FSLP datasets for DR

Citation Author(s):
Jincai
Huang
Submitted by:
Jincai Huang
Last updated:
Mon, 07/08/2024 - 15:58
DOI:
10.21227/9g0b-er61
License:
11 Views
Categories:
Keywords:
0
0 ratings - Please login to submit your rating.

Abstract 

BIOKG is a medical Knowledge Graph (KG) constructed using data from numerous biomedical data repositories. It encompasses various types of entities, including diseases, proteins, drugs, side effects, and protein functions. The KG consists of 51 types of directed relations that connect different pairs of entity types. These relations encompass diverse aspects such as drug-drug interactions (39 types), protein-protein interactions (8 types), as well as drug-protein, drug-side effect, and drug-protein function relations. This dataset serves as a valuable resource for both basic and biomedical machine learning research. From a biological perspective, it enables researchers to delve deeper into the understanding of human biology and make predictions that can guide future biomedical investigations. 

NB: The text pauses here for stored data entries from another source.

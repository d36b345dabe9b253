/**
 * Start-up cost (issue 13, item 1): the figure code (d3) is loaded only when figures are drawn.
 * Checked two ways: the static import graph of the CLI entry and of the batch worker does not
 * reach d3 (only `import()` inside the --out / --reports paths does), and a real process that runs
 * `analyze --json` has not loaded d3 while one that runs `--out` has (module resolutions recorded
 * by a loader hook). jsdom, which the figures were once drawn on, is loaded by none of them: the
 * figures are an element tree of their own (src/figures/svg-document.ts).
 * The timings themselves are in bench/startup-bench.mjs (docs/benchmarks.md), not here.
 */
import { describe, expect, it } from 'vitest';
import { readFileSync, existsSync, mkdtempSync, writeFileSync } from 'node:fs';
import { spawnSync } from 'node:child_process';
import { tmpdir } from 'node:os';
import { dirname, join, resolve } from 'node:path';

const ROOT = join(__dirname, '..', '..');

/** Packages reached from `entry` through static (non-type) imports and re-exports of src/*.ts. */
function staticPackages(entry: string): Map<string, string> {
  const packages = new Map<string, string>();
  const seen = new Set<string>();
  const queue = [resolve(ROOT, entry)];
  while (queue.length > 0) {
    const file = queue.shift()!;
    if (seen.has(file)) continue;
    seen.add(file);
    const source = readFileSync(file, 'utf8');
    for (const m of source.matchAll(/^\s*(import|export)\s+(type\s+)?[^;]*?from\s+'([^']+)'/gms)) {
      if (m[2]) continue;
      const spec = m[3];
      if (spec.startsWith('.')) queue.push(resolve(dirname(file), spec.replace(/\.js$/, '.ts')));
      else if (!spec.startsWith('node:') && !packages.has(spec)) packages.set(spec, file);
    }
  }
  return packages;
}

describe('the figure code is loaded only when figures are drawn', () => {
  for (const entry of ['src/cli/main.ts', 'src/batch/worker.ts', 'src/batch/index.ts']) {
    it(`${entry} does not import d3 or jsdom at start-up`, () => {
      const packages = staticPackages(entry);
      expect(packages.size).toBeGreaterThan(0); // the walk found the imports (commander, @stdlib ...)
      expect(packages.get('jsdom')).toBeUndefined();
      expect(packages.get('d3')).toBeUndefined();
    });
  }
  it('src/cli/main.ts loads only commander at start-up: the analysis and its statistics library come with the command that needs them', () => {
    expect([...staticPackages('src/cli/main.ts').keys()]).toEqual(['commander']);
  });
  it('the walk does find d3 from the figure code (the check can fail), and jsdom from nowhere', () => {
    const packages = staticPackages('src/report/write-results.ts');
    expect(packages.has('d3')).toBe(true);
    expect(packages.has('jsdom')).toBe(false);
    expect(staticPackages('src/index.ts').has('jsdom')).toBe(false);
  });

  const BIN = join(ROOT, 'dist', 'cli', 'main.js');
  /** Runs the CLI in a fresh process and says which of d3 and jsdom it loaded. */
  const loaded = (args: string[]) => {
    const dir = mkdtempSync(join(tmpdir(), 'mechanist-imports-'));
    const record = join(dir, 'resolved.txt');
    writeFileSync(record, '');
    // a resolve hook (it runs on the loader thread) appends every resolved URL to the record
    // before the import it answers can go on, so the record is complete when the command returns
    const hook = `import { appendFileSync } from 'node:fs';
      let file;
      export function initialize(data) { file = data.file; }
      export async function resolve(specifier, context, next) {
        const r = await next(specifier, context);
        appendFileSync(file, r.url + '\\n');
        return r;
      }`;
    const script = `import { createRequire, register } from 'node:module';
      register('data:text/javascript,' + encodeURIComponent(${JSON.stringify(hook)}), import.meta.url, { data: { file: ${JSON.stringify(record)} } });
      const { runCli } = await import(${JSON.stringify(join(ROOT, 'dist', 'cli', 'run-cli.js'))});
      const quiet = { out: () => {}, err: (s) => process.stderr.write(s), errIsTTY: false, cwd: ${JSON.stringify(ROOT)} };
      const code = await runCli(${JSON.stringify(args)}, quiet);
      const cache = Object.keys(createRequire(import.meta.url).cache);
      console.log(JSON.stringify({ code, jsdom: cache.some((k) => k.includes('/node_modules/jsdom/')) }));`;
    const r = spawnSync(process.execPath, ['--input-type=module', '-e', script], { cwd: ROOT, encoding: 'utf8' });
    expect(r.stderr).toBe('');
    const { code, jsdom } = JSON.parse(r.stdout.trim().split('\n').at(-1)!) as { code: number; jsdom: boolean };
    const urls = readFileSync(record, 'utf8').split('\n');
    expect(urls.some((u) => u.endsWith('/dist/cli/run-cli.js'))).toBe(true); // the hook saw the imports
    return { code, d3: urls.some((u) => u.includes('/node_modules/d3')), jsdom: jsdom || urls.some((u) => u.includes('/node_modules/jsdom/')) };
  };
  it('a process running analyze --json never loads d3; one running --out does; none loads jsdom', () => {
    expect(existsSync(BIN), 'run "npm run build" first').toBe(true);
    const demo = join(ROOT, 'data', 'demo', 'hlx-amidase-kt0417.csv');
    expect(loaded(['analyze', demo, '--json'])).toEqual({ code: 0, d3: false, jsdom: false });
    expect(loaded(['--help'])).toEqual({ code: 0, d3: false, jsdom: false });
    const out = mkdtempSync(join(tmpdir(), 'mechanist-startup-'));
    expect(loaded(['analyze', demo, '--out', out])).toEqual({ code: 0, d3: true, jsdom: false });
  }, 60_000);
});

 COVID19-One: To demonstrate the ability of our model to run on small-scale KGs, we follow a similar process to build another smaller dataset based on a public COVID-19 KG dataset (http://openkg.cn/dataset/covid-19-research). The knowledge graph contains 7 node types and 9 semantic relations. Among 9 kinds of relations, two of them are derived from genome-level knowledge databases.

Instructions: 

Xiong et al. have constructed datasets for one-shot learning, such as NELL-One and Wiki-One. However, there is no dataset available for testing in the medical domain. To address this gap, we went back to the original medical Knowledge Graphs (KGs) and randomly selected a subset of triplet relations to create one-shot task relations. The remaining relations are referred to as background relations, as the triples provide important background knowledge for matching entity pairs.